(TASK DATA)

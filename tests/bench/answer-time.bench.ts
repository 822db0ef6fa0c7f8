import type { Circuit } from '@/diagrams/document/circuit-schema'
import type { Reading } from '@/diagrams/document/reading-schema'
import { evaluate } from '@/diagrams/evaluate'
import { weighReadings } from '@/diagrams/faults/weighed-readings'
import { faultModelOf } from '@/diagrams/faults/fault-model'
import { posteriorOf } from '@/diagrams/faults/posterior'
import { planNext } from '@/diagrams/planner/plan-next'
import { harnessOfSize } from '../support/harness-of-size'
import { argument } from './support/arguments'
import { exponentOf, median, processorMs, quantile } from './support/figures'
import { report } from './support/report'
import { Sweep } from './support/sweep'
import { tenReadings } from './support/ten-readings'

/**
 * How long an answer takes and how it grows with the circuit: ten readings in six conditions of a faulty
 * vehicle, the tenth one new. Warm: the code compiled and the circuit known. Processor time.
 */
const largest = argument('largest', 400)
const sizes = [50, 100, 200, 400].filter((size) => size <= largest)
const harnessesPerSize = argument('harnesses', 4)
const vehiclesPerHarness = argument('vehicles', 5)

const ask = (circuit: Circuit, readings: Reading[]) =>
  evaluate({ circuit, readings, codes: [], priors: 'trade' } as Parameters<typeof evaluate>[0])

interface Times {
  nodes: number
  unknowns: number
  /** A circuit never seen: its hypotheses are made. */
  first: number
  /** The tenth reading is new: all but the plan, and the plan. */
  answer: number[]
  plan: number[]
  /** The same ten readings, one value retyped. */
  again: number[]
  sweep: number
}

function timesOf(circuit: Circuit): Times {
  const sweep = new Sweep(circuit)
  sweep.run(sweep.points)
  const times: Times = {
    nodes: circuit.nodes.length,
    unknowns: sweep.network.size,
    first: processorMs(() => ask(circuit, [])),
    answer: [],
    plan: [],
    again: [],
    sweep: median([0, 0, 0].map(() => processorMs(() => sweep.run(sweep.points)))),
  }
  for (let seed = 1; seed <= vehiclesPerHarness; seed++) {
    const readings = tenReadings(circuit, seed)
    ask(circuit, readings.slice(0, -1))
    const whole = processorMs(() => ask(circuit, readings))
    const model = faultModelOf(circuit)
    const posterior = posteriorOf(model, weighReadings(model, readings), 'trade')
    const plan = processorMs(() => planNext(model, posterior, readings))
    times.plan.push(plan)
    times.answer.push(Math.max(0, whole - plan))
    const last = readings.at(-1)!
    const retyped = [...readings.slice(0, -1), { ...last, id: 'again' }]
    times.again.push(processorMs(() => ask(circuit, retyped)))
  }
  return times
}

// Compiled on another harness, so that the first size is not charged for it.
timesOf(harnessOfSize(999, 60))
const all = sizes.flatMap((size) =>
  Array.from({ length: harnessesPerSize }, (_, i) => {
    const times = timesOf(harnessOfSize(500 + i, size))
    const list = (ms: number[]) => ms.map((x) => x.toFixed(0)).join(' ')
    console.log(
      `  ${size} nodes: new ${times.first.toFixed(0)} ms; answer ${list(times.answer)}; plan ${list(times.plan)}; retyped ${list(times.again)}`,
    )
    return { size, ...times }
  }),
)
console.log('nodes  unknowns  new circuit  sweep  tenth reading: answer  plan  retyped   (ms, medians)')
for (const size of sizes) {
  const rows = all.filter((one) => one.size === size)
  const cells = [
    median(rows.map((row) => row.nodes)),
    median(rows.map((row) => row.unknowns)),
    ...[
      median(rows.map((row) => row.first)),
      median(rows.map((row) => row.sweep)),
      median(rows.flatMap((row) => row.answer)),
      median(rows.flatMap((row) => row.plan)),
      median(rows.flatMap((row) => row.again)),
    ].map((ms) => ms.toFixed(1)),
  ]
  console.log(cells.map((cell, i) => String(cell).padStart([5, 9, 12, 6, 22, 5, 8][i]!)).join(' '))
}
const at200 = all.filter((one) => one.size === 200)
const answer = quantile(
  at200.flatMap((one) => one.answer),
  0.95,
)
const plan = quantile(
  at200.flatMap((one) => one.plan),
  0.95,
)
const sweepGrowth = exponentOf(all.map((one): [number, number] => [one.nodes, one.sweep]))
const answerGrowth = exponentOf(
  all.flatMap((one) => one.answer.map((ms, i): [number, number] => [one.nodes, ms + one.plan[i]!])),
)
const how = `${at200.flatMap((one) => one.answer).length} vehicles, 95th percentile, warm, processor time`
report('Time of an answer, 200 nodes, 6 conditions, 10 readings', [
  { what: 'full answer', goal: '≤ 20 ms', figure: `${answer.toFixed(0)} ms`, met: answer <= 20, how },
  { what: 'planning', goal: '≤ 100 ms', figure: `${plan.toFixed(0)} ms`, met: plan <= 100, how },
])
const range = `${sizes[0]} to ${sizes.at(-1)} nodes, ${all.length} harnesses`
report('Growth with the circuit', [
  {
    what: 'whole sweep',
    goal: 'exponent ≤ 1.15',
    figure: sweepGrowth.toFixed(2),
    met: sweepGrowth <= 1.15,
    how: range,
  },
  {
    what: 'whole answer with its plan',
    goal: 'exponent ≤ 1.3',
    figure: answerGrowth.toFixed(2),
    met: answerGrowth <= 1.3,
    how: range,
  },
])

(End TASK DATA)

EXERCISE DESCRIPTION:
Which of the lines above hold the word "timesOf"? Copy each one.

SOLUTION TO THE PROBLEM:
function timesOf(circuit: Circuit): Times {
timesOf(harnessOfSize(999, 60))
    const times = timesOf(harnessOfSize(500 + i, size))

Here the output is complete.